> [WHAT TO WORK ON]
Once a line is found to contain "signal", copy it out of the listing.

====================

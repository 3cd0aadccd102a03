import { beforeAll, describe, expect, it } from 'vitest'
import { gates, studiedMethods, type ErrorKind } from './design.ts'
import { boundsFor, coverageOf, errorOfShare, isGated, outsideGate } from './gate.ts'
import { regressionIntervals, sourceIntervals, type Ends, type IntervalMaker } from './intervals-of.ts'
import { runShare } from './run-share.ts'
import { reportOf, sharesOf } from './study.ts'
import { merged, type Cell } from './tally.ts'
import { cellName } from './words.ts'

/** All but resampling, which takes the time. */
const gatedOf: IntervalMaker = (analysis) => {
  const drawn = sourceIntervals(analysis)
  return regressionIntervals(analysis).map((ofMethod, m) => ({ ...ofMethod, ...drawn[m] }))
}

const half: IntervalMaker = (analysis) =>
  gatedOf(analysis).map((ofMethod) => Object.fromEntries(Object.entries(ofMethod).map(([kind, ends]) => [kind, halved(ends)])))

const quarterIn = (from: ArrayLike<number>, to: ArrayLike<number>): number[] =>
  Array.from(from, (value, k) => value + 0.25 * ((to[k] ?? Number.NaN) - value))
const halved = ({ lower, upper }: Ends): Ends => ({ lower: quarterIn(lower, upper), upper: quarterIn(upper, lower) })

const endless: IntervalMaker = ({ results }) =>
  results.map(() => ({ 'student-t': { lower: new Float64Array(5).fill(Number.NaN), upper: new Float64Array(5).fill(1e9) } }))

const share = (error: ErrorKind, reaction: number, replicates: number, maker = gatedOf): readonly Cell[] =>
  runShare({ seed: 5, error, reaction, from: 0, to: replicates }, maker).cells

const replicates = 160
let honest: readonly Cell[] = []
let tooNarrow: readonly Cell[] = []
beforeAll(() => {
  honest = [share('temperature-offset', 0, replicates), share('heating-rate', 1, replicates), share('all-sources', 2, replicates)].flat()
  tooNarrow = share('temperature-offset', 0, 100, half).filter(isGated)
}, 120_000)

describe('intervals over simulated measurements', () => {
  it('hold the own value of each method in 95 of 100 cases: (a) with independent errors, (d) with those it is told of', () => {
    const gated = honest.filter(isGated)
    // Three errors of one reaction each, four methods, four numbers of runs, five levels; (a) under two of them.
    expect(gated.length).toBe((2 + 3) * studiedMethods.length * 4 * 5)
    for (const cell of gated) {
      expect(cell.replicates).toBe(replicates)
      expect(cell.withoutInterval).toBe(0)
      expect(Math.abs(coverageOf(cell) - 0.95), `in ${cellName(cell)}`).toBeLessThan(4 * errorOfShare(replicates))
    }
    expect(outsideGate(honest)).toEqual([])
  })

  it('are found too narrow where they are half as wide', () => {
    const outside = outsideGate(tooNarrow)
    expect(outside.length).toBeGreaterThan(0.75 * tooNarrow.length)
    // Half of t(0.975; 4) and of z(0.975): P(|t| < 1.388; 4) = 0.763, P(|z| < 0.980) = 0.673.
    for (const cell of tooNarrow.filter(({ runs }) => runs === 6)) {
      expect(outside).toContain(cell)
      expect(Math.abs(coverageOf(cell) - (cell.interval === 'student-t' ? 0.763 : 0.673))).toBeLessThan((4 * 0.5) / Math.sqrt(100))
    }
  })

  it('count as not holding where there are none', () => {
    const { cells } = runShare({ seed: 5, error: 'heating-rate', reaction: 0, from: 0, to: 3 }, endless)
    expect(new Set(cells.map(({ covered, withoutInterval }) => `${covered} ${withoutInterval}`))).toEqual(new Set(['0 3']))
  })

  it('are the same numbers however the replicates are shared out', () => {
    const whole = runShare({ seed: 2, error: 'all-sources', reaction: 1, from: 0, to: 6 }).cells
    const parts = [
      runShare({ seed: 2, error: 'all-sources', reaction: 1, from: 0, to: 2 }).cells,
      runShare({ seed: 2, error: 'all-sources', reaction: 1, from: 2, to: 6 }).cells,
    ]
    const [one, other] = [merged([whole]), merged(parts)]
    expect(other.map(({ covered, replicates }) => [covered, replicates])).toEqual(
      one.map(({ covered, replicates }) => [covered, replicates]),
    )
    other.forEach((cell, k) => expect(cell.halfWidths_J_per_mol).toBeCloseTo(one[k]?.halfWidths_J_per_mol ?? Number.NaN, 3))
  })

  it('go through the conversion of whole noisy mass runs as well, with the finding that tells of unequal variance', () => {
    const { cells, findings } = runShare({ seed: 1, error: 'signal-noise', reaction: 2, from: 0, to: 21 }, gatedOf)
    for (const cell of cells.filter(({ interval }) => interval === 'student-t')) {
      expect(Math.abs(cell.own_J_per_mol / 220e3 - 1)).toBeLessThan(0.001)
      // 21 of 95 %: the chance of fewer than 15 is 1e-4.
      expect(cell.covered, `in ${cellName(cell)}`).toBeGreaterThanOrEqual(14)
    }
    expect(findings.map(({ looks }) => looks)).toEqual([3, 3, 3, 3])
    expect(findings.at(-1)?.fired).toBeGreaterThan(0)
  })
})

describe('the study', () => {
  it('has every replicate of every error and reaction once', () => {
    const shares = sharesOf(120, 1)
    const seen = shares.flatMap(({ error, reaction, from, to }) =>
      Array.from({ length: to - from }, (_, k) => `${error} ${reaction} ${from + k}`),
    )
    expect(seen.length).toBe(4 * 3 * 120)
    expect(new Set(seen).size).toBe(seen.length)
  })

  it('widens the gate for fewer replicates, and names what lies outside', () => {
    expect(boundsFor(2000)).toEqual({ least: 0.93, most: 0.97 })
    expect(boundsFor(200).least).toBeLessThan(0.91)
    expect(boundsFor(200).most).toBeGreaterThan(0.99)
    expect(gates['student-t']).not.toContain('signal-noise')
    const cell = honest.find(isGated)
    if (cell === undefined) throw new Error('no gated cell')
    const short = [{ ...cell, covered: Math.round(0.8 * replicates) }]
    const { failures, gatedCells, page } = reportOf([{ cells: short, findings: [] }], replicates, 5)
    expect(gatedCells).toBe(1)
    expect(failures).toHaveLength(1)
    expect(failures[0]).toContain('80.0 %')
    expect(page).toContain(`Outside: ${failures[0]}`)
  })
})
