import { temperatureAtConversion } from '../../check-values/exact-model-curve.ts'
import { seriesOf, type RunValues } from '../../check-values/series-of-values.ts'
import type { RandomStream } from '../../numerics/random.ts'
import type { SeriesAtLevels } from '../../series/series-at-levels.ts'
import { column, quantity } from '../../units/quantity.ts'
import { gasConstant_J_per_mol_K } from '../../units/constants.ts'
import type { MeasuredSources, StatedUncertainties } from '../../uncertainty/measured-sources.ts'
import { heatingRates_K_per_min, levels, type Reaction } from './design.ts'

/** One exact run at the levels. */
export interface ExactRun {
  readonly heatingRate_K_per_s: number
  readonly temperature_K: readonly number[]
  readonly reactionRate_per_s: readonly number[]
}

/** One exact run a heating rate. */
export const exactRuns = (reaction: Reaction): ExactRun[] =>
  heatingRates_K_per_min.map((rate) => {
    const heatingRate_K_per_s = rate / 60
    const temperature_K = levels.map((level) => temperatureAtConversion(reaction, heatingRate_K_per_s, level))
    const reactionRate_per_s = temperature_K.map(
      (T, k) => Math.exp(reaction.lnA - reaction.Ea_J_per_mol / (gasConstant_J_per_mol_K * T)) * reaction.model.f(levels[k] ?? Number.NaN),
    )
    return { heatingRate_K_per_s, temperature_K, reactionRate_per_s }
  })

/** Errors of one run: added to its temperatures, and to the logarithm of the heating rate that is stated for it. */
export interface RunErrors {
  readonly temperature_K: number
  readonly lnHeatingRate: number
}

export const noErrors: readonly RunErrors[] = heatingRates_K_per_min.map(() => ({ temperature_K: 0, lnHeatingRate: 0 }))

/** Errors of the sizes stated, for all six runs; those of one run are the same whichever series it belongs to. */
export function drawErrors(made: StatedUncertainties, runs: readonly ExactRun[], random: RandomStream): RunErrors[] {
  const common = made.temperatureCommon_K * random.normal()
  const lag_s = made.lag_s * random.normal()
  return runs.map((run) => {
    const ofRun = made.temperatureRun_K * random.normal()
    const lnHeatingRate = made.statedHeatingRate_share * random.normal()
    return { temperature_K: common + ofRun + lag_s * run.heatingRate_K_per_s, lnHeatingRate }
  })
}

/**
 * The series as it would be read from runs with these errors. With an error of the heating rate the runs have no time but one that was rebuilt from that rate, so that the
 * reaction rate bears the error as well; otherwise time and heating rate are measured.
 */
export function seriesWithErrors(runs: readonly ExactRun[], errors: readonly RunErrors[], timeIsRebuilt: boolean): SeriesAtLevels {
  return seriesOf(
    levels,
    runs.map((run, i): RunValues => {
      const { temperature_K: shift, lnHeatingRate } = errors[i] ?? { temperature_K: Number.NaN, lnHeatingRate: Number.NaN }
      const factor = Math.exp(lnHeatingRate)
      const heatingRate = run.heatingRate_K_per_s * factor
      const start_K = 300
      return {
        programme: {
          kind: 'constant-heating-rate',
          heatingRate: quantity(heatingRate, 'K/s'),
          standardError: quantity(timeIsRebuilt ? Number.NaN : 0, 'K/s'),
          source: timeIsRebuilt ? 'nominal' : 'measured',
        },
        programmeGroup: i,
        temperature_K: run.temperature_K.map((T) => T + shift),
        time_s: run.temperature_K.map((T) => (T - start_K) / heatingRate),
        reactionRate_per_s: run.reactionRate_per_s.map((rate) => rate * factor),
      }
    }),
  )
}

/** What (d) is told of runs without signal noise: the errors that were made, and no others. */
export function sourcesOf(made: StatedUncertainties, runs: number): MeasuredSources {
  const zeros = (): Float64Array => new Float64Array(runs * levels.length)
  return {
    stated: made,
    heatingRate_share: new Float64Array(runs).fill(made.statedHeatingRate_share),
    noise: { time_s: column(zeros(), 's'), lnReactionRate: zeros(), lnReactionRateSlope_per_s: zeros(), correlationWithBefore: zeros() },
    baseline: null,
  }
}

====================

> [SOLUTION TO THIS TASK]
    const { cells, findings } = runShare({ seed: 1, error: 'signal-noise', reaction: 2, from: 0, to: 21 }, gatedOf)
    expect(gates['student-t']).not.toContain('signal-noise')
/** What (d) is told of runs without signal noise: the errors that were made, and no others. */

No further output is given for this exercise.